Figure 5.

(A) Dynamic PET acquisition captured the pharmacokinetics of [¹⁸F]-fluorodopamine in liver tumors, and in liver, both pre- and post-treatment, with a 60-minute imaging period. (B) PET imaging showing [¹⁸F]-fluorodopamine uptake as mean (±SEM) maximum standardized uptake values (SUV_max) 6 days before and 24 hr after treatment with a single intravenous dose of romidepsin (2.5mg/kg), in liver, pheochromocytoma liver metastases, and muscle. [¹⁸F]-fluorodopamine uptake in the metastatic liver lesions is significantly increased after administration of romidepsin compared to the uptake in the same lesions one week earlier on the pretreatment scan (p < 0.001). (C) Representative pre- and post-treatment PET/MRI images of the same mouse. There was one week between pre- and post-treatment scans.
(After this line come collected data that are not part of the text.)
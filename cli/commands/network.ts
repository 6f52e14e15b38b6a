import { sizeExit } from '../../shared/contract/exit.ts'
import { OgeeError } from '../../shared/errors.ts'
import { parseQuantityAsync } from '../../shared/quantity/parse.ts'
import type { NetworkCandidate, NetworkResult } from '../../shared/solver/network-synthesis/request.ts'
import { allSeries, type Series } from '../../shared/solver/network-synthesis/series.ts'
import { synthesiseNetwork } from '../../shared/solver/network-synthesis/synthesise.ts'
import { sizeDesign } from '../../shared/solver/sizing/size.ts'
import type { Network, Which } from '../../shared/solver/types.ts'
import { loadArithmetic } from '../arithmetic.ts'
import { type Command, type Context, everyFormat, type Given } from '../command.ts'
import { readDesign } from '../design-file.ts'
import { designFileOption, rangeOption } from '../measurement-options.ts'
import { oneOf, text } from '../option-values.ts'
import { print } from '../output.ts'
import { decimals, prefixed, volts } from '../quantities.ts'
import { pairs, textTable } from '../table.ts'

type Options = {
  design: string
  range: string | undefined
  adjuster: Which
  series: Series
  tolerance: string | undefined
  maxSource: string | undefined
  maxCurrent: string | undefined
}

/** The tolerances that IEC 60063 has the series for. */
const usualTolerance: Readonly<Record<Series, number>> = { E24: 0.05, E96: 0.01, E192: 0.005 }
const whiches = ['gain', 'offset'] as const

export const networkCommand: Command<Options> = {
  about:
    'Value sets whose reach covers what the budget needs at every corner of the tolerance, smallest step first.\n' +
    'The kind of network is the design’s; for a direct connection a divider. When nothing meets the request the\n' +
    'nearest is printed with what stands in the way, and the command ends with 10.',
  options: [
    designFileOption,
    { flags: '--adjuster <which>', says: 'whose network', required: true, choices: whiches },
    { flags: '--series <series>', says: 'preferred values of IEC 60063', required: true, choices: allSeries },
    {
      flags: '--tolerance <ratio>',
      says: 'of each resistor (default 5 % for E24, 1 % for E96, 0.5 % for E192)',
    },
    { flags: '--max-source <ohms>', says: 'limit of the source resistance, such as 5kohm' },
    { flags: '--max-current <amperes>', says: 'limit of the current from the auxiliary DAC, such as 500uA' },
    rangeOption,
  ],
  formats: everyFormat,
  examples: [
    {
      run: 'ogee network --design design.json --adjuster gain --series E96 --tolerance 0.1% --max-source 5kohm --max-current 500uA',
      says: 'Values for the divider of the gain adjuster.',
    },
  ],
  read: ({ options }: Given) => ({
    design: text(options.design) ?? '',
    range: text(options.range),
    adjuster: oneOf('--adjuster', text(options.adjuster) ?? '', whiches),
    series: oneOf('--series', text(options.series) ?? '', allSeries),
    tolerance: text(options.tolerance),
    maxSource: text(options.maxSource),
    maxCurrent: text(options.maxCurrent),
  }),
  run: network,
}

async function network(options: Options, context: Context): Promise<number> {
  const design = await readDesign(context.io, options.design)
  const { adjuster, series } = options
  const percent = await quantity('--tolerance', options.tolerance, '%')
  const size = sizeDesign(design, { rangeId: options.range }).adjusters[adjuster]
  if (size === undefined) {
    const message = `The design has no ${adjuster} adjuster, so there is no network to find.`
    throw new OgeeError('network-request', message, { errors: [{ path: `/adjusters/${adjuster}`, message }] })
  }
  const document = synthesiseNetwork(design, adjuster, {
    wantedLowV: size.requiredLowV,
    wantedHighV: size.requiredHighV,
    series,
    tolerance: percent === undefined ? usualTolerance[series] : percent / 100,
    maxSourceOhm: await quantity('--max-source', options.maxSource, 'ohm'),
    maxCurrentA: await quantity('--max-current', options.maxCurrent, 'A'),
  })
  await print(
    {
      json: document,
      table: () => networkTable(document),
      csv: { heads: csvHeads, rows: document.candidates.map(csvRow) },
    },
    context,
  )
  return document.obstacle === null ? 0 : sizeExit.short
}

async function quantity(label: string, value: string | undefined, unit: string): Promise<number | undefined> {
  return value === undefined
    ? undefined
    : (await parseQuantityAsync(value, { label, unit }, loadArithmetic)).value
}

function networkTable(document: NetworkResult): string {
  const head = pairs([
    ['Adjuster', document.adjuster],
    ['Needs at node', `${volts(document.wantedLowV)} to ${volts(document.wantedHighV)}`],
    ['Series', `${document.series}, ${decimals(document.tolerance * 100, 2)} %`],
    ...(document.obstacle === null ? [] : [['Obstacle', document.obstacle] as const]),
  ])
  const heads = [
    '',
    'R top',
    'R shift',
    'R bottom',
    'Node low',
    'Node high',
    'Corner low',
    'Corner high',
    'Step',
    'Lost bits',
    'Source',
    'DAC current',
  ]
  const nearest = document.obstacle !== null && document.candidates.length === 1
  const rows = document.candidates.map((candidate, i) => row(nearest ? 'nearest' : String(i + 1), candidate))
  if (document.own) rows.unshift(row('design', document.own))
  return `${head}\n${textTable(
    heads.map((name, i) => ({ head: name, right: i > 0 })),
    rows,
  )}`
}

function row(name: string, c: NetworkCandidate) {
  const { top, shift, bottom } = resistors(c.network)
  const ohms = (value: number | null) => (value === null ? null : prefixed(value, 'ohm'))
  return [
    name,
    ohms(top),
    ohms(shift),
    ohms(bottom),
    volts(c.nodeLowV, 4),
    volts(c.nodeHighV, 4),
    volts(c.cornerLowV, 4),
    volts(c.cornerHighV, 4),
    volts(c.stepV),
    decimals(c.lostBits, 2),
    ohms(c.sourceOhm),
    prefixed(c.dacCurrentA, 'A'),
  ]
}

function resistors(network: Network): { top: number | null; shift: number | null; bottom: number | null } {
  if (network.kind === 'direct') return { top: null, shift: null, bottom: null }
  return {
    top: network.topOhm,
    shift: network.kind === 'shifted' ? network.shiftOhm : null,
    bottom: network.bottomOhm ?? null,
  }
}

const csvHeads = [
  'top_ohm',
  'shift_ohm',
  'bottom_ohm',
  'node_low_v',
  'node_high_v',
  'corner_low_v',
  'corner_high_v',
  'step_v',
  'corner_step_v',
  'lost_bits',
  'source_ohm',
  'dac_current_a',
]

function csvRow(c: NetworkCandidate) {
  const { top, shift, bottom } = resistors(c.network)
  return [
    top,
    shift,
    bottom,
    c.nodeLowV,
    c.nodeHighV,
    c.cornerLowV,
    c.cornerHighV,
    c.stepV,
    c.cornerStepV,
    c.lostBits,
    c.sourceOhm,
    c.dacCurrentA,
  ]
}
Tumor growth over that one week is presented in MRI (left panels), and the corresponding PET of [¹⁸F]-fluorodopamine uptake (right panel) was imaged 24 hours after MRI. (D) Relative mRNA expression of the norepinephrine transporter in liver lesion samples after trichostatin A treatment (n = 7) is higher than in control, untreated liver lesions (n = 6). RNA concentrations were normalized to beta-actin.